Clinical reader study (80 patients, 2 neuroradiologists): images reconstructed by the DPM from 2× accelerated data show no significant difference from standard-of-care in structural delineation and overall image quality.
Reader 1 (80 patients): DPM reconstruction is significantly superior to standard-of-care on multiple metrics (SNR, sharpness, artifacts).
Reader 2 (21 patients): standard-of-care is significantly superior to DPM only in SNR; no significant difference on remaining metrics.
Sequential fine-tuning is substantially superior to joint training—when target-domain data are scarce, sequential fine-tuning is the more effective strategy.

Highlights & Insights¶

The strategy is remarkably simple yet highly effective—"large-scale pre-training + reduced-learning-rate fine-tuning" is systematically validated in MRI reconstruction for the first time.
The clinical reader study provides strong evidence—not only is NRMSE improved, but clinical acceptability is genuinely verified.
The acquisition-model-agnostic nature of DPMs is a decisive advantage—pre-training and target data may employ different sampling patterns and coil geometries.
Prospective undersampling experiments further confirm the reliability of retrospective results.

Limitations & Future Work¶

Clinical evaluation relies on retrospective undersampling; prospective validation is limited to healthy volunteers.
DPS reconstruction is substantially slower than conventional parallel imaging and end-to-end methods, constraining clinical deployment.
Fine-tuning hyperparameters (learning rate, number of epochs) require separate tuning for each contrast type.
Inter-reader agreement between the two radiologists is only "slight" to "fair," reflecting the inherent variability of subjective assessments.
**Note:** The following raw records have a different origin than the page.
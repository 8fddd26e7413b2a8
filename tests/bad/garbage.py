#!/usr/bin/python3
"""Random garbage never crashes or hangs the program.

Usage: garbage.py LOADSTACK

Deterministic inputs (a fixed seed, so a failure can be rerun): random byte
strings, soups of the language's own tokens, and random edits of a valid
circuit.  Each goes through `loadstack check FILE`, the soups and edits also
through `loadstack solve FILE --format json`, and the edits that still solve
through sag, thevenin, influence, tol and sweep as well, each under a timeout.  Passing
means: the program ends by itself, with an exit code of the CLI contract (0..3,
shared/spec/cli.md), never by a signal and with no sanitizer report; an exit of
2 or 3 comes with an "error:" message; and an exit of 0 from `--format json`
prints one strictly valid JSON document (RFC 8259: no NaN or Infinity).
"""
import json
import os
import random
import subprocess
import sys
import tempfile

SEED = 20261201
TIMEOUT_S = 20

TOKENS = ["resistor", "voltage", "current", "port", "vcvs", "vccs", "cccs", "ccvs", "opamp",
          "title", "let", "ground", "include", "block", "end", "use", "expect", "rule", "ratio",
          "within", "between", "and", "gnd", "ground", "a", "b", "vcc", "out", "x.y", "d1.mid",
          "->", "..", "||", "+", "-", "*", "/", "^", "(", ")", ",", "=", "<", "<=", ">", ">=",
          "1", "0", "-1", "4k7", "0R47", "47R", "2M2", "1e999", "1e-320", "1e308", ".5", "5",
          "V", "mV", "A", "uA", "µA", "ohm", "kΩ", "W", "S", "%", "ppm", "k", "K",
          "tol=", "rating=", "rint=", "rbulk=", "isat=", "ideality=", "celsius=", "gain=", "gm=", "rm=", "via=", "cplus=", "cminus=",
          "plus=", "minus=", "out=", "rin=", "rout=", "mode=", "current", "voltage",
          "sqrt(", "ln(", "exp(", "min(", "max(", "abs(", "log10(",
          "\"str\"", "\"", "#", "\\", "\t", "\r", "\x00", "\xff", "é", ".open", ".zout", ".ratio"]
SEPS = [" ", " ", " ", "", "\n", "\\\n", "  "]

VALID = """title "Rain-gauge sender"
let vref = 3.3 V
ground gnd
voltage vs gnd -> vcc vref rint=1
resistor r1 vcc -> mid 10k tol=1%
resistor r2 mid -> gnd 4k7
port p mid -> buf
opamp u plus=buf minus=o out=o
resistor rl o -> gnd 10k
block div top mid bottom rt=10k rb=10k
  resistor up top -> mid rt
  resistor lo mid -> bottom rb
  expect mid < top
end
use div d1 top=o mid=adc bottom=gnd
cccs f gnd -> z gain=2 via=rl
resistor rz z -> gnd 1k
expect adc = 0.5 V within 50%
expect p.ratio >= 10
rule ratio >= 10
"""


def soups(rng, n):
    for _ in range(n):
        k = rng.randint(1, 60)
        yield "".join(rng.choice(TOKENS) + rng.choice(SEPS) for _ in range(k)).encode("utf-8", "surrogatepass")


def edits(rng, n):
    base = VALID.encode()
    for _ in range(n):
        b = bytearray(base)
        for _ in range(rng.randint(1, 3)):
            op = rng.randrange(4)
            i = rng.randrange(len(b) + 1)
            lines = bytes(b).split(b"\n")
            if op == 0 and len(b) > 1:      # delete a few bytes
                del b[i % len(b):i % len(b) + rng.randint(1, 3)]
            elif op == 1:                   # insert a token between words
                b[i:i] = b" " + rng.choice(TOKENS).encode() + b" "
            elif op == 2:                   # repeat a line elsewhere
                k = rng.randrange(len(lines))
                lines.insert(rng.randrange(len(lines) + 1), lines[k])
                b = bytearray(b"\n".join(lines))
            else:                           # drop a line
                del lines[rng.randrange(len(lines))]
                b = bytearray(b"\n".join(lines))
        yield bytes(b)


def run(args):
    try:
        p = subprocess.run(args, stdin=subprocess.DEVNULL, capture_output=True, timeout=TIMEOUT_S)
    except subprocess.TimeoutExpired:
        return None, "hang: no exit within %d s" % TIMEOUT_S
    err = p.stderr.decode("utf-8", "replace")
    if p.returncode < 0:
        return p, "killed by signal %d" % -p.returncode
    if p.returncode not in (0, 1, 2, 3):
        return p, "exit code %d is not one of 0..3" % p.returncode
    if "runtime error:" in err or "Sanitizer" in err:
        return p, "sanitizer report: " + err[:1500]
    if p.returncode in (2, 3) and "error:" not in err:
        return p, "exit %d without an error message" % p.returncode
    return p, None


def strict_json(text):
    def no_constant(c):
        raise ValueError("non-standard JSON constant " + c)
    json.loads(text, parse_constant=no_constant)


def main():
    exe = os.path.abspath(sys.argv[1])
    rng = random.Random(SEED)
    inputs = [("bytes", bytes(rng.randrange(256) for _ in range(rng.randint(0, 400)))) for _ in range(150)]
    inputs += [("soup", s) for s in soups(rng, 150)]
    inputs += [("edit", s) for s in edits(rng, 100)]
    failed = 0
    with tempfile.TemporaryDirectory() as tmp:
        path = os.path.join(tmp, "garbage.stack")
        for i, (kind, data) in enumerate(inputs):
            with open(path, "wb") as f:
                f.write(data)
            why = run([exe, "check", path])[1]
            if not why and kind != "bytes":
                p, why = run([exe, "solve", path, "--format", "json"])
                if not why and p.returncode == 0:
                    try:
                        strict_json(p.stdout.decode("utf-8"))
                    except ValueError as e:
                        why = "invalid JSON on stdout: %s" % e
            if not why and kind == "edit" and p.returncode == 0:
                # a circuit that solves: every other analysis must end cleanly on it too
                for args in (["sag", path, "mid"], ["thevenin", path, "mid", "--load", "1k"],
                             ["influence", path, "mid"], ["tol", path, "mid", "--trials", "50"],
                             ["sweep", path, "vref", "1", "5", "mid", "--steps", "5"]):
                    why = run([exe] + args)[1]
                    if why:
                        why = "%s: %s" % (args[0], why)
                        break
            if why:
                failed += 1
                keep = os.path.join(os.getcwd(), "garbage-failure-%d.stack" % i)
                with open(keep, "wb") as f:
                    f.write(data)
                print("FAIL input %d (%s, kept as %s): %s" % (i, kind, keep, why))
    print("%d inputs (seed %d), %d failed" % (len(inputs), SEED, failed))
    return 1 if failed else 0


if __name__ == "__main__":
    sys.exit(main())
fastMRI: Provides the large-scale pre-training dataset.
DPS (Chung et al.): Establishes the posterior sampling framework.
Foundation model paradigm (Bommasani et al.): Motivates the pre-training and fine-tuning strategy.
Insight: This strategy is directly transferable to other data-scarce medical image reconstruction tasks (e.g., cardiac MRI, musculoskeletal MRI).

Rating¶

Novelty: ⭐⭐⭐ The method itself (pre-training + fine-tuning) is not novel, but its systematic validation in MRI reconstruction is valuable.
Experimental Thoroughness: ⭐⭐⭐⭐⭐ Encompasses fastMRI controlled experiments + clinical stroke data + an 80-patient blind reader study + prospective experiments—exceptionally comprehensive.
Writing Quality: ⭐⭐⭐⭐ Clinically oriented writing style with rigorous experimental design.
Value: ⭐⭐⭐⭐ Directly advances the clinical deployment of DPMs for accelerated MRI; the reader study confirms clinical feasibility.